Он начал тяжело дышать, задыхаться, словно кто-то прижал матрас к его лицу. Он дышал быстро и прерывисто, но в сущности он и не дышал — воздух не проходил через его нос. У него не было носа. Он чувствовал, как опускается, поднимается и трепещет его грудь, но сквозь то, что было его носом, не проходила и самая маленькая струйка воздуха.
И снова его охватило дикое, паническое желание умереть, убить себя. Он попытался дышать пореже, совсем не дышать, чтобы задохнуться. Он чувствовал, как внутри горла напряглись и сомкнулись мускулы, чтобы не пропустить воздух. Но хотя воздух не проникал в горло, грудь продолжала дышать. Легкие получали воздух. Воздух поступал в легкие не из горла, а откуда-то еще.
Теперь он уже ясно понимал, что умирает, но любопытство не покидало его. Не хотелось умереть, не разобравшись во всем. Когда вдруг выясняется, что у тебя нет ни носа, ни рта, ни языка, ни нёба, — неудивительно, если недосчитаешься чего-нибудь еще. Но это же невероятно — в таком состоянии человек должен умереть! Ведь нельзя же в самом деле лишиться чуть ли не всего себя и все-таки остаться живым. С другой стороны, если ты так ясно сознаешь свои потери и можешь думать о них, — значит, ты жив. Разве мертвецы думают? Мертвецы не любопытны, а тебя одолевает любопытство, и, следовательно, ты еще не умер.
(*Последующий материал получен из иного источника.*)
"""Everything that writes the asset library: object classes, the shared procedural assets, a team's uploads.

Keyword-only, type-annotated; views and commands call these. Input errors are :class:`AssetError` (structured:
field → message, like every service's); a file that cannot become an asset is :class:`assets.files.UploadError`.
An asset's name is unique in its team and class; it is checked first, for a clear message, and the insert is
guarded as well (:func:`evenframe.inputs.name_guard`), so a request that loses a race for the name gets the check's
own error, never an ``IntegrityError``.
"""

from __future__ import annotations

import logging
import os
from dataclasses import dataclass
from decimal import Decimal
from typing import Any

from django.conf import settings
from django.db import transaction
from django.db.models import Q

from assets import files
from assets.models import Asset, ObjectClass
from evenframe.inputs import InputError, clean_amount, clean_name, name_guard
from teams.permissions import PLANNER, has_role

log = logging.getLogger("evenframe.assets")


class AssetError(InputError):
    """Bad input for the asset library (``field``: the service's keyword, e.g. ``name``, ``object_class``, ``team``);
    nothing was changed."""


def ensure_object_class(*, name: str, label: str = "", description: str = "") -> ObjectClass:
    obj, _ = ObjectClass.objects.get_or_create(
        name=name, defaults={"label": label or name.replace("_", " "), "description": description}
    )
    return obj


def ensure_procedural_asset(*, object_class: ObjectClass, name: str, creation_cost: Decimal | float | str = 0) -> Asset:
    """The shared (team-less) procedural asset of this class and name, created once.

    Only the shared library is looked at: a team's upload with the same name is another asset and is never
    returned here (names are unique per team, and the shared library is its own namespace)."""
    cost = clean_amount(creation_cost, "creation_cost", error=AssetError)
    asset, _ = Asset.objects.get_or_create(
        object_class=object_class,
        name=name,
        team=None,
        defaults={"kind": Asset.Kind.PROCEDURAL, "generator": object_class.name, "creation_cost": cost},
    )
    return asset


ASSET_NAME_MAX_CHARS = 128  # Asset.name's max_length


def _article(word: str) -> str:
    return "an" if word[:1] and word[:1].lower() in "aeiou" else "a"


def _asset_name_conflict(*, team: Any, object_class: ObjectClass, name: str) -> AssetError | None:
    """The error for a name a team cannot give an upload of this class, or None when the name is free.

    Taken when the team already has an asset of that class and name, or when the shared library has one with the
    same name up to letter case (a team upload would shadow it confusingly in the library and the planner). Only
    the team's own assets and the shared library are looked at, so the answer never depends on another team's
    assets and the message never mentions them.
    """
    owners = set(
        Asset.objects.filter(object_class=object_class)
        .filter(Q(team=team, name=name) | Q(team__isnull=True, name__iexact=name))
        .values_list("team_id", flat=True)
    )
    what = f"{_article(object_class.name)} {object_class.name} asset called {name!r}"
    if team.pk in owners:
        return AssetError(f"team {team} already has {what}", field="name")
    if None in owners:
        return AssetError(
            f"the shared library already has {what}; choose another name so the two are not confused", field="name"
        )
    return None


@dataclass(frozen=True)
class _AssetInput:
    team: Any
    object_class: ObjectClass
    name: str
    unit: str
    creation_cost: Decimal
    up_axis: str = "+z"
    front: str = ""
    look: str = "randomize"


def _clean_asset_input(
    *,
    user: Any,
    team: Any,
    object_class_name: str,
    name: Any,
    unit: str,
    creation_cost: Decimal | float | str,
    up_axis: str = "+z",
    front: str = "",
    look: str = "randomize",
) -> _AssetInput:
    """Every check of an upload that needs no file, the name's availability last."""
    # deferred: keeps render.meshes (trimesh) out of Django start-up
    from render.meshes import FRONT_AXES, UNIT_TO_M, UP_AXES, axis_rotation
    from render.user_materials import LOOKS  # deferred: keeps the render core out of Django start-up

    if not has_role(user=user, team=team, role=PLANNER):
        raise AssetError(f"{user} is not a planner in team {team}", field="team")
    name = clean_name(name, max_length=ASSET_NAME_MAX_CHARS, error=AssetError)
    if unit != "auto" and unit not in UNIT_TO_M:
        raise AssetError(f"unknown unit {unit!r} (known: auto, {', '.join(UNIT_TO_M)})", field="unit")
    if up_axis not in UP_AXES:
        raise AssetError(f"unknown up axis {up_axis!r} (known: {', '.join(UP_AXES)})", field="up_axis")
    if front and front not in FRONT_AXES:
        raise AssetError(f"unknown front {front!r} (known: {', '.join(FRONT_AXES)})", field="front")
    try:
        axis_rotation(up_axis, front or None)
    except ValueError as exc:
        raise AssetError(str(exc), field="front") from exc
    if look not in LOOKS:
        raise AssetError(f"unknown look {look!r} (known: {', '.join(LOOKS)})", field="look")
    try:
        object_class = ObjectClass.objects.get(name=object_class_name)
    except (ObjectClass.DoesNotExist, ValueError, TypeError) as exc:
        raise AssetError(f"unknown object class {object_class_name!r}", field="object_class") from exc
    cost = clean_amount(creation_cost, "creation_cost", error=AssetError)
    if conflict := _asset_name_conflict(team=team, object_class=object_class, name=name):
        raise conflict
    return _AssetInput(team, object_class, name, unit, cost, up_axis, front or "", look)


def _insert_asset(*, clean: _AssetInput, mesh_path: str) -> Asset:
    """The asset row; a team asset with this class and name made meanwhile gives the name check's error."""
    with name_guard(lambda: _asset_name_conflict(team=clean.team, object_class=clean.object_class, name=clean.name)):
        return Asset.objects.create(
            object_class=clean.object_class,
            name=clean.name,
            kind=Asset.Kind.MESH,
            mesh_file=mesh_path,
            mesh_unit=clean.unit,
            team=clean.team,
            creation_cost=clean.creation_cost,
            up_axis=clean.up_axis,
            front=clean.front,
            look=clean.look,
        )


@transaction.atomic
def upload_asset(
    *,
    user: Any,
    team: Any,
    object_class_name: str,
    name: str,
    mesh_path: str,
    original_name: str,
    unit: str = "auto",
    creation_cost: Decimal | float | str = 0,
) -> Asset:
    """Add a mesh that is already checked and stored (``mesh_path``: relative to MEDIA_ROOT) to a team's library.

    The dashboard's upload goes through :func:`upload_mesh_asset`, which checks and stores the file itself."""
    clean = _clean_asset_input(
        user=user, team=team, object_class_name=object_class_name, name=name, unit=unit, creation_cost=creation_cost
    )
    return _insert_asset(clean=clean, mesh_path=mesh_path)


def upload_mesh_asset(
    *,
    user: Any,
    team: Any,
    object_class_name: str,
    name: str,
    upload: Any,
    unit: str = "auto",
    creation_cost: Decimal | float | str = 0,
    up_axis: str = "+z",
    front: str = "",
    look: str = "keep",
) -> Asset:
    """Check an uploaded model, store it and add it to a team's library; on any failure nothing stays.

    ``upload`` is a Django ``UploadedFile`` (``name``, ``size``, ``chunks()``): an OBJ, PLY, STL or GLB file, or a
    ``.zip`` holding one OBJ with its MTL and images (or a glTF with its buffers and images). ``up_axis`` and
    ``front`` are the file axes pointing up and towards the model's front (``render.meshes.axis_rotation``);
    ``look`` "keep" renders the file's materials and textures, "randomize" random colours. Order: the checks that
    need no file (role, name, class, cost, orientation, the name free in the team and the shared library), then the
    file is staged beside its final place (a zip unpacked into a hidden folder, refusing path traversal and zip
    bombs) and parsed in a limited child process (:mod:`assets.files`: scale, faces, missing MTL or
    texture files), then the row is inserted and the file (or folder) renamed into place in one transaction. A
    request that loses the race for the name, a model that does not parse or any other failure removes what was
    staged, so no model without a row is left in MEDIA_ROOT. Raises :class:`AssetError` (input) or
    :class:`campaigns.files.UploadError` (the file). Its ``info.json`` records the normalized size in metres.
    Uploads join no campaign by themselves: a campaign chooses them (``campaigns.services.create_campaign``).
    Must not run inside a transaction (the row must be committed before the file counts as kept).
    """
    clean = _clean_asset_input(
        user=user,
        team=team,
        object_class_name=object_class_name,
        name=name,
        unit=unit,
        creation_cost=creation_cost,
        up_axis=up_axis,
        front=front,
        look=look,
    )
    staged = files.stage_upload(upload)
    try:
        if staged.kind == "zip":
            staged = files.unpack_staged_zip(staged)
        info = files.check_mesh_file(path=staged.model_path, unit=clean.unit, up_axis=clean.up_axis, front=clean.front)
        try:
            with transaction.atomic(durable=True):
                asset = _insert_asset(
                    clean=clean, mesh_path=str(staged.final_model_path.relative_to(settings.MEDIA_ROOT))
                )
                try:
                    os.replace(staged.path, staged.final)
                except OSError as exc:
                    raise files.UploadError(
                        f"the file could not be stored ({exc.strerror or exc}); nothing was kept."
                    ) from exc
        except BaseException:
            files.remove_path(staged.final)  # renamed, but the row did not commit
            raise
    finally:
        files.discard(staged)
    try:
        files.write_asset_info(
            asset.pk,
            {
                **info,
                "format": staged.kind.removesuffix("-dir"),
                "original_name": str(getattr(upload, "name", ""))[:200],
            },
        )
    except OSError:  # the asset is kept; its preview render writes the extents again
        log.warning("asset %s: could not write info.json", asset.pk, exc_info=True)
    files.request_preview(asset_pk=asset.pk)
    return asset
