References
----------
- J. Panero, M. Zelnik, *Human Dimension & Interior Space*, Whitney, 1979.
- E. & P. Neufert, *Architects' Data*, 4th ed., Wiley-Blackwell, 2012.
- IEC 61966-2-1:1999, sRGB transfer function (palette colours below are sRGB, stored linear).
"""

from __future__ import annotations

import itertools
import math
import os
from collections.abc import Callable
from dataclasses import dataclass, field
from pathlib import Path
from typing import Any

import numpy as np
import trimesh
from scipy.spatial import ConvexHull

from render import meshes, srgb
from render.user_materials import look_material, mitsuba_uv, texture_record
from render.user_models import load_model_cached

# ---------------------------------------------------------------------------
# Handbook ranges
# ---------------------------------------------------------------------------

PANERO = "Panero & Zelnik, Human Dimension & Interior Space (1979)"
NEUFERT = "Neufert, Architects' Data, 4th ed. (2012)"


@dataclass(frozen=True)
class DimensionRange:
    """A sampled dimension in metres (or degrees / a count where the name says so), with its source."""

    low: float
    high: float
    source: str

    def contains(self, value: float, tolerance: float = 1e-6) -> bool:
        return self.low - tolerance <= value <= self.high + tolerance


R = DimensionRange
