"""Celery task of the asset library: an asset's preview, rendered by a render worker.

Registered when ``evenframe.celery`` autodiscovers ``assets``; the task name predates the app and is kept, so
messages queued before an upgrade still find it.
"""

from __future__ import annotations

from celery import shared_task

from assets.files import render_preview_for
from assets.models import Asset


@shared_task(name="evenframe.asset_preview", ignore_result=True)
def asset_preview(asset_pk: int) -> str:
    """Render an asset's 128×128 preview (:func:`assets.files.render_asset_preview`)."""
    asset = Asset.objects.select_related("object_class").filter(pk=asset_pk).first()
    if asset is None:
        return "no such asset"
    return str(render_preview_for(asset))
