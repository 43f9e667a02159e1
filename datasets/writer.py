"""One export run, and its two entry points: a dataset folder (:func:`export_dataset`) or a streamed zip
(:func:`stream_dataset_zip`, the campaign page's download).

A directory export is built in a sibling staging folder ``.NAME.evenframe-partial-PID`` and swapped in by
renames at the very end; a lock file beside the folder lets one export at a time write into it.
"""

from __future__ import annotations

import contextlib
import fcntl
import json
import logging
import os
import resource
import shutil
import sys
import tempfile
import time
from collections import Counter
from collections.abc import Callable, Iterator, Mapping
from dataclasses import dataclass, field
from functools import cached_property
from pathlib import Path
from typing import IO, Any

import numpy as np

from campaigns.frame_files import frame_relative_dir
from datasets import coco, metadata, yolo
from datasets.errors import ExportError
from datasets.json_text import dumps, pretty
from datasets.manifest import EXPORT_FORMAT, EXPORT_FORMAT_VERSION, MANIFEST_NAME, read_manifest_header
from datasets.options import ExportOptions
from datasets.queries import (
    FRAME_CHUNK,
    FrameRow,
    InstanceRow,
    InstancesByFrame,
    campaign_categories,
    excluded_frames,
    find_campaign,
    frame_rows,
    instance_rows,
    layout_counts,
)
from datasets.sinks import SCRATCH_DIR, ChunkBuffer, DirectorySink, Sink, ZipSink, copy_into
from datasets.splits import SPLITS, assign_splits, split_shares
from datasets.statistics import DatasetStatistics, StatInstance, camera_distances
from render.images import encode_image

log = logging.getLogger("evenframe.export")

# The frame count takes part in the split balance with this weight next to each class (1.0): image counts
# follow the ratios too, but instance shares per class come first.
FRAME_BALANCE_WEIGHT = 0.5
_STAGING_MARK = ".evenframe-partial-"
_OLD_MARK = ".evenframe-old-"


def frame_stem(index: int) -> str:
    return f"{int(index):06d}"


def peak_rss_mb() -> float:
    """Peak resident set size of this process, MB (MiB).

    Linux: ``VmHWM`` from ``/proc/self/status``. ``getrusage``'s ``ru_maxrss`` is not used there because
    Linux carries the parent's peak over ``fork`` + ``exec`` (a command started by a big process would report
    its parent's peak). Elsewhere ``ru_maxrss`` (KiB on Linux, bytes on macOS).
    """
    try:
        with open("/proc/self/status", encoding="ascii") as handle:
            for line in handle:
                if line.startswith("VmHWM:"):
                    return int(line.split()[1]) / 1024
    except (OSError, ValueError, IndexError):
        pass
    peak = resource.getrusage(resource.RUSAGE_SELF).ru_maxrss
    return peak / (1024 * 1024) if sys.platform == "darwin" else peak / 1024
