def place_objects(room: dict[str, Any], asset_specs: list[dict[str, Any]], rng: np.random.Generator, *,
                  max_objects_per_m2: float | None = None, clearance_m: float = DEFAULT_CLEARANCE_M,
                  max_tries: int = DEFAULT_MAX_TRIES, restarts: int = 3) -> list[dict[str, Any]]:
    """Place every asset spec in the room without collisions; return the objects in input order.

    Each object is its asset spec plus ``instance_id`` (1-based, input order),
    ``position_m`` [x, y, z] (the local origin in the world), ``yaw_deg`` in
    [0, 360), ``support_instance_id`` (the host's id for items standing on a
    surface, else None) and ``anchor`` ("floor", "against_wall", "wall" or
    "surface"). Wall items also get the ``mount_height_m`` actually used.

    ``max_objects_per_m2`` is the budget's density limit (``budget["room"]
    ["max_objects_per_m2"]``); None means no limit. A failed greedy pass is
    restarted up to ``restarts`` times with fresh draws before giving up.

    Raises
    ------
    LayoutError
        Naming the class, its count and the reason (density limit, too large,
        floor area, or no collision-free spot after ``max_tries`` tries).
    """
    _check_composition(room, asset_specs, max_objects_per_m2)
    totals = Counter(s["class_name"] for s in asset_specs)
    labels: dict[int, str] = {}
    seen: Counter[str] = Counter()
    for i, spec in enumerate(asset_specs):
        seen[spec["class_name"]] += 1
        labels[i] = f"{spec['class_name']} #{seen[spec['class_name']]} of {totals[spec['class_name']]}"
    order = _order(asset_specs)
    failure: _Failure | None = None
    for _ in range(max(1, restarts)):
        placer = _Placer(room, rng, clearance_m, max_tries)
        try:
            for i in order:
                placer.place(i, asset_specs[i], labels[i])
        except _Failure as exc:
            failure = exc
            continue
        by_index = {p.index: p for p in placer.placed}
        objects = []
        for i, spec in enumerate(asset_specs):
            p = by_index[i]
            obj = dict(spec)
            obj["instance_id"] = i + 1
            obj["position_m"] = [round(p.x, 6), round(p.y, 6), round(p.z, 6)]
            obj["yaw_deg"] = round(p.yaw_deg, 6)
            obj["support_instance_id"] = None if p.support_index is None else p.support_index + 1
            obj["anchor"] = p.anchor
            if p.anchor == "wall":
                obj["wall"] = p.wall
                obj["mount_height_m"] = round(p.z, 6)
            objects.append(obj)
        return objects
    assert failure is not None
    raise LayoutError(failure.message)
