// The nodes an element touches, by name, as written in the circuit: the
// terminals in the order of spec section 3 (first terminal first), then
// controlling nodes. Used to check analysis requests against a circuit.
#pragma once

#include <string>
#include <vector>

#include "stage/circuit.hpp"

namespace stage::analysis {

std::vector<std::string> element_nodes(const ElementData& data);

}  // namespace stage::analysis
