// Reads the signals a transient keeps out of each accepted solution: node
// voltages, node-pair voltages and elements' reported currents.
#pragma once

#include <vector>

#include "mna/system.hpp"
#include "stage/signal.hpp"
#include "stage/transient.hpp"

namespace stage::analysis {

class SignalRecorder {
 public:
  // `wanted` empty: every circuit node voltage and every reported current.
  // Throws std::invalid_argument for a node or element that does not exist.
  SignalRecorder(const mna::System& system, const std::vector<SignalRef>& wanted,
                 TransientResult& result);

  // Appends time t and the value of every signal at solution x.
  void record(double t, const std::vector<double>& x);

 private:
  // A voltage x[p] - x[n], or a device's reported current.
  struct Probe {
    mna::Index p = mna::kGroundIndex, n = mna::kGroundIndex;
    const mna::Device* device = nullptr;
  };
  void add_current(const mna::Device& device, const std::string& name);
  void add_every_current(const mna::Device& device);

  const mna::System& system_;
  TransientResult& result_;
  std::vector<Probe> probes_;
  std::vector<double> zero_;
};

}  // namespace stage::analysis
Он попробовал подвигать мускулами лица, напрягая их что было сил, но ощутил лишь пустоту. Там, где были рот и нос, теперь, видимо, нет ничего, только дырка, перекрытая бинтом. Он попытался определить размеры этой дыры, как-то отграничить ее края, нервами и порами лица ощутить ее очертания, выяснить, куда и насколько она простирается.